§ ASSIGNMENT
Give the data again exactly, stopping after the "const column = (id: string): number" line.

=====

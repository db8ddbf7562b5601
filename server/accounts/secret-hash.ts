import { createHash, randomBytes } from 'node:crypto';

/** 256 random bits, fit for a cookie. */
export const newSecret = (): string => randomBytes(32).toString('base64url');

/** What the database holds of a secret with full entropy: SHA-256, no salt needed. */
export const secretHash = (secret: string): string =>
  createHash('sha256').update(secret).digest('hex');
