import { describe, expect, it } from 'vitest';
import { lc28, setupWith } from '../support/bench.ts';
import { untouched } from '../../shared/bench/fold.ts';
import { meterAt, readingPeriod } from '../../shared/bench/reading.ts';
import { seededUniform } from '../../shared/engine/quantities/seeded-uniform.ts';
import { drawMeter } from '../../shared/instruments/draw-meter.ts';
import { manual2000 } from '../../shared/instruments/manual-2000.ts';
import { drawOven } from '../../shared/oven/draw.ts';
import type { AppliedFault } from '../../shared/oven/fault.ts';
import type { ServiceMeasurement } from '../../shared/oven/oven.ts';
import { noFault } from '../../shared/reasoning/candidate.ts';
import { changeOfLeads, changeOfParts, joined } from '../../shared/reasoning/candidate-change.ts';
import { countsAt, faultTable, OVER_RANGE } from '../../shared/reasoning/fault-table.ts';
import { fitted, inPosition, positionOf } from '../../shared/reasoning/position.ts';
import { predict, predictionBase, probingOf } from '../../shared/reasoning/prediction.ts';
import { singleFaults } from '../../shared/reasoning/single-faults.ts';

const faults = singleFaults(lc28);
const lines = lc28.serviceData;
const table = faultTable({
  definition: lc28,
  candidates: [noFault, ...faults.map((fault) => ({ faults: [fault], opened: [] }))],
  lines,
  seeds: [1, 2, 3],
  meter: manual2000,
});
const row = (on: string, fault: string): number =>
  1 + faults.findIndex((one) => one.on === on && one.fault === fault);
const column = (id: string): number => lines.findIndex((line) => line.id === id);

/** ms; stray capacitance behind 1e9 Ohm of an open contact creeps by some counts for minutes. */
const tenMinutes = 600_000;

/** The bench itself in the line's position, left alone until nothing moves: its circuit is integrated. */
function onTheBench(fault: AppliedFault, line: ServiceMeasurement, seed: number) {
  const setup = setupWith([fault], { seed });
  const begun = untouched(setup);
  const [red, black] = line.between;
  const state = {
    ...begun,
    isCordIn: false,
    isCoverOn: false,
    oven: inPosition({ ...begun.oven, isDoorClosed: false }, positionOf(line)),
    meter: { ...begun.meter, setting: line.setting },
    probes: { red, black },
  };
  const view = meterAt(setup, state, tenMinutes)!;
  return { view, readingNumber: Math.floor(tenMinutes / readingPeriod) };
}

function predicted(
  fault: AppliedFault,
  line: ServiceMeasurement,
  seed: number,
  readingNumber: number,
) {
  const oven = drawOven(lc28, seed);
  const whole = fitted(lc28, noFault);
  const state = inPosition(fitted(lc28, { faults: [fault], opened: [] }), positionOf(line));
  const change = joined(changeOfParts(oven, whole, state), changeOfLeads(lc28, whole, state));
  const base = predictionBase(oven, whole, manual2000, drawMeter(manual2000, seed));
  const probing = probingOf(manual2000, line.between, line.setting);
  return predict(base, change, () => state, [probing], readingNumber)[0]!;
}

describe('the fault table', () => {
  it('shows what the bench shows when nothing moves any more, for 120 drawn triples', () => {
    for (let turn = 0; turn < 120; turn += 1) {
      const pick = (what: string, of: number) => Math.floor(of * seededUniform(turn, what));
      const fault = faults[pick('fault', faults.length)]!;
      const line = lines[turn % lines.length]!;
      const seed = 1 + pick('oven', 25);
      const { view, readingNumber } = onTheBench(fault, line, seed);
      const ours = predicted(fault, line, seed, readingNumber);
      const what = `${fault.on} ${fault.fault}, ${line.id}, oven ${seed}`;
      expect(view.isSettled, what).toBe(true);
      expect(ours.isOverRange, what).toBe(view.reading.isOverRange);
      const apart = Math.abs((ours.counts ?? 0) - (view.reading.counts ?? 0));
      expect(apart, `${what}: ${ours.display} and ${view.reading.display}`).toBeLessThanOrEqual(1);
    }
  }, 120_000);

  it('shows for every part fault what its own circuit solved whole shows', () => {
    const oven = drawOven(lc28, 2);
    const unit = drawMeter(manual2000, 2);
    faults
      .filter(({ on }) => !on.startsWith('W'))
      .forEach((fault) => {
        const at = faults.indexOf(fault);
        const line = lines[(at * 5) % lines.length]!;
        const state = inPosition(fitted(lc28, { faults: [fault], opened: [] }), positionOf(line));
        const base = predictionBase(oven, state, manual2000, unit);
        const probing = probingOf(manual2000, line.between, line.setting);
        const [whole] = predict(base, null, () => state, [probing]);
        const cell = countsAt(table, 1 + at, lines.indexOf(line), 1);
        expect(cell, `${fault.on} ${fault.fault}, ${line.id}`).toBe(whole!.counts ?? OVER_RANGE);
      });
  });

  it('knows the trade: a blown fuse is open, a shorted diode a short, shorted turns nothing', () => {
    const fuse = countsAt(table, row('F1', 'open'), column('fuse'), 0);
    const diode = countsAt(table, row('D1', 'shorted'), column('diode-reverse'), 0);
    expect(fuse).toBe(OVER_RANGE);
    // 2000 MOhm range with its own 10 MOhm in the display
    expect(Math.abs(diode - 10)).toBeLessThanOrEqual(3);
    lines.forEach((line, at) => {
      // 3.2 % of the turns shorted are 3.2 % of the winding's resistance, and nothing anywhere else
      const good = countsAt(table, 0, at, 0);
      const apart = Math.abs(countsAt(table, row('T1', 'shorted-turns'), at, 0) - good);
      expect(apart, line.id).toBeLessThanOrEqual(line.id === 'hv-winding' ? 0.04 * good : 0);
    });
  });

  it('has every fault of every part and lead once', () => {
    const keys = faults.map(({ on, fault }) => `${on} ${fault}`);
    expect(new Set(keys).size).toBe(keys.length);
    expect(keys).toContain('V1 cracked-magnet');
    expect(keys).toContain('W12 off-a');
    expect(keys.length).toBeGreaterThanOrEqual(60);
  });
});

=====

§ EXERCISE RESPONSE
repository db8ddbf7562b5601
filename server/accounts/secret-hash.ts
import { createHash, randomBytes } from 'node:crypto';

/** 256 random bits, fit for a cookie. */
export const newSecret = (): string => randomBytes(32).toString('base64url');

/** What the database holds of a secret with full entropy: SHA-256, no salt needed. */
export const secretHash = (secret: string): string =>
  createHash('sha256').update(secret).digest('hex');
import { describe, expect, it } from 'vitest';
import { lc28, setupWith } from '../support/bench.ts';
import { untouched } from '../../shared/bench/fold.ts';
import { meterAt, readingPeriod } from '../../shared/bench/reading.ts';
import { seededUniform } from '../../shared/engine/quantities/seeded-uniform.ts';
import { drawMeter } from '../../shared/instruments/draw-meter.ts';
import { manual2000 } from '../../shared/instruments/manual-2000.ts';
import { drawOven } from '../../shared/oven/draw.ts';
import type { AppliedFault } from '../../shared/oven/fault.ts';
import type { ServiceMeasurement } from '../../shared/oven/oven.ts';
import { noFault } from '../../shared/reasoning/candidate.ts';
import { changeOfLeads, changeOfParts, joined } from '../../shared/reasoning/candidate-change.ts';
import { countsAt, faultTable, OVER_RANGE } from '../../shared/reasoning/fault-table.ts';
import { fitted, inPosition, positionOf } from '../../shared/reasoning/position.ts';
import { predict, predictionBase, probingOf } from '../../shared/reasoning/prediction.ts';
import { singleFaults } from '../../shared/reasoning/single-faults.ts';

const faults = singleFaults(lc28);
const lines = lc28.serviceData;
const table = faultTable({
  definition: lc28,
  candidates: [noFault, ...faults.map((fault) => ({ faults: [fault], opened: [] }))],
  lines,
  seeds: [1, 2, 3],
  meter: manual2000,
});
const row = (on: string, fault: string): number =>
  1 + faults.findIndex((one) => one.on === on && one.fault === fault);
const column = (id: string): number => lines.findIndex((line) => line.id === id);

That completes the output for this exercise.